SOURCE DATA:
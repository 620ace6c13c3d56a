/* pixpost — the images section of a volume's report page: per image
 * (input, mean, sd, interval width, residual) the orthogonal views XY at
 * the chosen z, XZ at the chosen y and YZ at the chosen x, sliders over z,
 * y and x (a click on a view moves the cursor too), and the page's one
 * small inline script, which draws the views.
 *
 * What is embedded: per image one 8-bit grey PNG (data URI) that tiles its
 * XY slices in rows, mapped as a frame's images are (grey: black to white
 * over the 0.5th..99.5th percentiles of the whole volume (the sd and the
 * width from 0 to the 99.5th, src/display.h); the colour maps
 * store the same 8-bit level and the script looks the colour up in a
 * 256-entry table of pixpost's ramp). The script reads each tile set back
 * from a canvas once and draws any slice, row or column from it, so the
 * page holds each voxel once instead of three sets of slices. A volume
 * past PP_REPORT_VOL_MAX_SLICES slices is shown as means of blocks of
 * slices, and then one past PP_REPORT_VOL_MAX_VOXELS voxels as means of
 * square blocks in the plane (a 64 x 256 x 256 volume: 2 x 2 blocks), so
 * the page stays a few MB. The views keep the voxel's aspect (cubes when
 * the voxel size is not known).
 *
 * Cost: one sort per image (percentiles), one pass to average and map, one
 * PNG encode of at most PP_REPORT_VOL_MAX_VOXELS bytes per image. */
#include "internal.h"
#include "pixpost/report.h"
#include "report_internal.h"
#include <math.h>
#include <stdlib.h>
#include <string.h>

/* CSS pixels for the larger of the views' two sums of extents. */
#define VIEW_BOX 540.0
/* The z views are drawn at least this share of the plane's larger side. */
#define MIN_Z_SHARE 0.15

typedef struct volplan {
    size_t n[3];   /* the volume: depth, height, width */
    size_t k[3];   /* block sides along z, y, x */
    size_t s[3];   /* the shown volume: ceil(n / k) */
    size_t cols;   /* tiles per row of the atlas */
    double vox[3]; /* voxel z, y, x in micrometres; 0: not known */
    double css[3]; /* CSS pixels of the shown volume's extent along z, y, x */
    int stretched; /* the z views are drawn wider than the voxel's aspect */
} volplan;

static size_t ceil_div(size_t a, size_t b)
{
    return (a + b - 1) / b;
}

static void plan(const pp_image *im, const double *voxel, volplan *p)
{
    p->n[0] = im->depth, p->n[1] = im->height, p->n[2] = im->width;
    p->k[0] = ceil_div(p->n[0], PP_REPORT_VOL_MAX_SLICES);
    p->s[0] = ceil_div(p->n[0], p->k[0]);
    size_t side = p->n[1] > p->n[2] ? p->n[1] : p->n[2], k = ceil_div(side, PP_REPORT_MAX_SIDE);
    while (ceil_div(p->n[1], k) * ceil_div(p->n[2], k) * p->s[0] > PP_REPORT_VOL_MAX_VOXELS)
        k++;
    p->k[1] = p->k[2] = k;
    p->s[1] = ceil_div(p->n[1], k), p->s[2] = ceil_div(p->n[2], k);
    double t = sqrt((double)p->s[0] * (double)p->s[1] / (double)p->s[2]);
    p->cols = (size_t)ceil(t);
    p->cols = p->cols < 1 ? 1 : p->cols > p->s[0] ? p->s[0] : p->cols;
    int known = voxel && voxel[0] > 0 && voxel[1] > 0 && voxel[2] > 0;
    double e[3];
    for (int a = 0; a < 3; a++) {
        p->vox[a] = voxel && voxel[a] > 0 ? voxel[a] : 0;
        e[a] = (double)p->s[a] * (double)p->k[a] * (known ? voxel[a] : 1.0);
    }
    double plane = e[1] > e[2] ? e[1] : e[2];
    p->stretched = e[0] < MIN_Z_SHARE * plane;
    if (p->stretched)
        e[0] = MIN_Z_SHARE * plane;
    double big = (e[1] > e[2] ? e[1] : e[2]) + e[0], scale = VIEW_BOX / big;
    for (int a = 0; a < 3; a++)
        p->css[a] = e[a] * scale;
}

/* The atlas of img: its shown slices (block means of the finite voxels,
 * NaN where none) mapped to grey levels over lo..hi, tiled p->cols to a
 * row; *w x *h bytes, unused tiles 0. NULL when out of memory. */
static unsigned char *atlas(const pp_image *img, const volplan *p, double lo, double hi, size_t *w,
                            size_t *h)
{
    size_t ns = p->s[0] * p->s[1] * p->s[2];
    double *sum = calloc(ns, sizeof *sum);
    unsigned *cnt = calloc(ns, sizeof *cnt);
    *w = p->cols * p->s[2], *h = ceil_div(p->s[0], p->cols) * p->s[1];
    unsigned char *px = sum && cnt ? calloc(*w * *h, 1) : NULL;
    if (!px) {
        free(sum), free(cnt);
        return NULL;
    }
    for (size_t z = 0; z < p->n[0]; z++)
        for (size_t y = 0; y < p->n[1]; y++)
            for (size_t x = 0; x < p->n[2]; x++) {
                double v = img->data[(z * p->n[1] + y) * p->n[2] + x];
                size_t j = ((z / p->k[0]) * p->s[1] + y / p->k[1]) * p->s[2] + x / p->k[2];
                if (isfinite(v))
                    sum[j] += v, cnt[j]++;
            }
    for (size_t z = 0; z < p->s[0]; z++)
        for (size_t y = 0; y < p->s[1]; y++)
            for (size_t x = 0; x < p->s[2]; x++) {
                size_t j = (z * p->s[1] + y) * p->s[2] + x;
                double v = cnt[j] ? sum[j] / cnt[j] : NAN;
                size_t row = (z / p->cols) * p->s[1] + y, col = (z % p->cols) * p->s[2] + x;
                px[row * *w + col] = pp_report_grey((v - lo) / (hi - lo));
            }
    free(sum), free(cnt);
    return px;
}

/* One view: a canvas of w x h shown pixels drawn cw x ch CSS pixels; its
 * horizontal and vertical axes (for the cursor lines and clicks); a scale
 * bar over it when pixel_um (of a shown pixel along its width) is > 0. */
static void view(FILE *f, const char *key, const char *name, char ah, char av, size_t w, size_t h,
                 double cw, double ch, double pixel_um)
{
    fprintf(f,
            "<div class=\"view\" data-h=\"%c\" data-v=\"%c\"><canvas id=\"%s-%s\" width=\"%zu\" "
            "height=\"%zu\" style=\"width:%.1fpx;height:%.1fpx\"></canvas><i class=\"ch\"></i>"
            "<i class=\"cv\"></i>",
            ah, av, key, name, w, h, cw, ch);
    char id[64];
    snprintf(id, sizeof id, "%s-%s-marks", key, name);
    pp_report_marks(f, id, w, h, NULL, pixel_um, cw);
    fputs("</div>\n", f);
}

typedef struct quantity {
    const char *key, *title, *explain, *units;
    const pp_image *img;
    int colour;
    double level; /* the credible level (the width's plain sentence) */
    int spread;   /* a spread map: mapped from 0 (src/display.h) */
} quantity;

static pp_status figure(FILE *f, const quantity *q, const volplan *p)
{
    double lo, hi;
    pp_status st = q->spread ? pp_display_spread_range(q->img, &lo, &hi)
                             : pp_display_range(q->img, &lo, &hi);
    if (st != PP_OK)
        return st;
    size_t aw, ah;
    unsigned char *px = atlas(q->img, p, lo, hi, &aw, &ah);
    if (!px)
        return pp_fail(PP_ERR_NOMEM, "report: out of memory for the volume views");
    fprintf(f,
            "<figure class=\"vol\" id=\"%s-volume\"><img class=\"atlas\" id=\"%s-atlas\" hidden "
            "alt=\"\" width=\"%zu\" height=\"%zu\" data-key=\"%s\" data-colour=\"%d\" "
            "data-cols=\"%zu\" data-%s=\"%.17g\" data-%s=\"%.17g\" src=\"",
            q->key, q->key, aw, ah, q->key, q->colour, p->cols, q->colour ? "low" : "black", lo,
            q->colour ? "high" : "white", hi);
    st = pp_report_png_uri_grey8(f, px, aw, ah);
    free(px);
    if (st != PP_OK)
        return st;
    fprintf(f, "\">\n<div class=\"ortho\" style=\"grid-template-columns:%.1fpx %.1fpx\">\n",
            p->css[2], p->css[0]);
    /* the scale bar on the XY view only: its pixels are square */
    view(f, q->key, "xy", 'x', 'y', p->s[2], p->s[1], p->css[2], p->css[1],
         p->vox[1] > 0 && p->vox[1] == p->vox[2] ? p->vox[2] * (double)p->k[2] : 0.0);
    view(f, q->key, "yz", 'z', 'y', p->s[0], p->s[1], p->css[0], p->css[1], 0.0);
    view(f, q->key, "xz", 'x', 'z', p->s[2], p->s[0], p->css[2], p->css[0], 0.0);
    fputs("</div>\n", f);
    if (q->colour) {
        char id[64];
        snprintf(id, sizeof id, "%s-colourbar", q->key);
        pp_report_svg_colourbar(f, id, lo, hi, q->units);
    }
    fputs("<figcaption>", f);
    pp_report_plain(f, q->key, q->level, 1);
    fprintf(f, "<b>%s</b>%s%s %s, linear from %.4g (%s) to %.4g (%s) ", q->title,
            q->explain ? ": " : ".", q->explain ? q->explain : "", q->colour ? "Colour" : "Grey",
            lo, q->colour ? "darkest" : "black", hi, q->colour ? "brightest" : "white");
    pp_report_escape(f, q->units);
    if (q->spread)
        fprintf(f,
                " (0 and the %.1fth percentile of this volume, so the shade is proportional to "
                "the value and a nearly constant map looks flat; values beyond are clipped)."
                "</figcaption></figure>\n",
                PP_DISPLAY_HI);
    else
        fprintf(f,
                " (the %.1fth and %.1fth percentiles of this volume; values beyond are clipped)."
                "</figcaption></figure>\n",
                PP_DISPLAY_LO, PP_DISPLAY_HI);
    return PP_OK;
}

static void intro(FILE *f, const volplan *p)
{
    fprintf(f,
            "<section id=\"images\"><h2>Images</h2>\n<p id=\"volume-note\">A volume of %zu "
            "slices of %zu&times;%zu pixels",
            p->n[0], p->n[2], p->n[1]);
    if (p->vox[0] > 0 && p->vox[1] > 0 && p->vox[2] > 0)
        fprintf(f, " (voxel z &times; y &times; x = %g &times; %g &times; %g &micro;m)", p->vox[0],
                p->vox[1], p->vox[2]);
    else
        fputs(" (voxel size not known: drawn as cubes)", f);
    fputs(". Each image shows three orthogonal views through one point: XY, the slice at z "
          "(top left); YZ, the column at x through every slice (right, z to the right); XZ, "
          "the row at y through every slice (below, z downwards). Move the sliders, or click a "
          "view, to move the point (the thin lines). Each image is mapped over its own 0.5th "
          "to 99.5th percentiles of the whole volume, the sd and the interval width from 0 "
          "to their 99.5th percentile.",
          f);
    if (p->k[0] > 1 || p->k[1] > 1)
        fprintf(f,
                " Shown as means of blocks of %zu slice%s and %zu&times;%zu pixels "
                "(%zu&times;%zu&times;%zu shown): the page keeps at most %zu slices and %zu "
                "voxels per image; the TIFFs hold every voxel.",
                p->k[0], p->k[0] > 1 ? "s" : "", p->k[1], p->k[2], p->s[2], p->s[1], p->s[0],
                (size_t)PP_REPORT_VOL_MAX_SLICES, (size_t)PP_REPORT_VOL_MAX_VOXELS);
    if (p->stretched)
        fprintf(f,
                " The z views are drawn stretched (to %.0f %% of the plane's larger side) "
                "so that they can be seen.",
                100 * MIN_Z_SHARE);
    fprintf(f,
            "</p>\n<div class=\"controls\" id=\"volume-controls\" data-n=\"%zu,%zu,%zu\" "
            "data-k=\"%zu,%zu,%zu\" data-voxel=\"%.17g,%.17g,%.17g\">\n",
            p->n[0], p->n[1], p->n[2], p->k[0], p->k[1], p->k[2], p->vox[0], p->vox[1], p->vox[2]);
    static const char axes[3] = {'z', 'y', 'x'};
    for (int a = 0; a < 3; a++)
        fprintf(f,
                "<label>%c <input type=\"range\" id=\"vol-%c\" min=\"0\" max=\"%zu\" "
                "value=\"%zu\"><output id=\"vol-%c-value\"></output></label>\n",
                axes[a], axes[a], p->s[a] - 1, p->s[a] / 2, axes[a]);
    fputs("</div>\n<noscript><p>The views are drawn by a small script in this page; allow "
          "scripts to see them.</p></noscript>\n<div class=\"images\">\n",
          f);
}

REQUIREMENT: Find where "that they can" occurs in the data, and please write out that line through the last line exactly, with nothing else.

RESULT OF THE TASK:
                "so that they can be seen.",
                100 * MIN_Z_SHARE);
    fprintf(f,
            "</p>\n<div class=\"controls\" id=\"volume-controls\" data-n=\"%zu,%zu,%zu\" "
            "data-k=\"%zu,%zu,%zu\" data-voxel=\"%.17g,%.17g,%.17g\">\n",
            p->n[0], p->n[1], p->n[2], p->k[0], p->k[1], p->k[2], p->vox[0], p->vox[1], p->vox[2]);
    static const char axes[3] = {'z', 'y', 'x'};
    for (int a = 0; a < 3; a++)
        fprintf(f,
                "<label>%c <input type=\"range\" id=\"vol-%c\" min=\"0\" max=\"%zu\" "
                "value=\"%zu\"><output id=\"vol-%c-value\"></output></label>\n",
                axes[a], axes[a], p->s[a] - 1, p->s[a] / 2, axes[a]);
    fputs("</div>\n<noscript><p>The views are drawn by a small script in this page; allow "
          "scripts to see them.</p></noscript>\n<div class=\"images\">\n",
          f);
}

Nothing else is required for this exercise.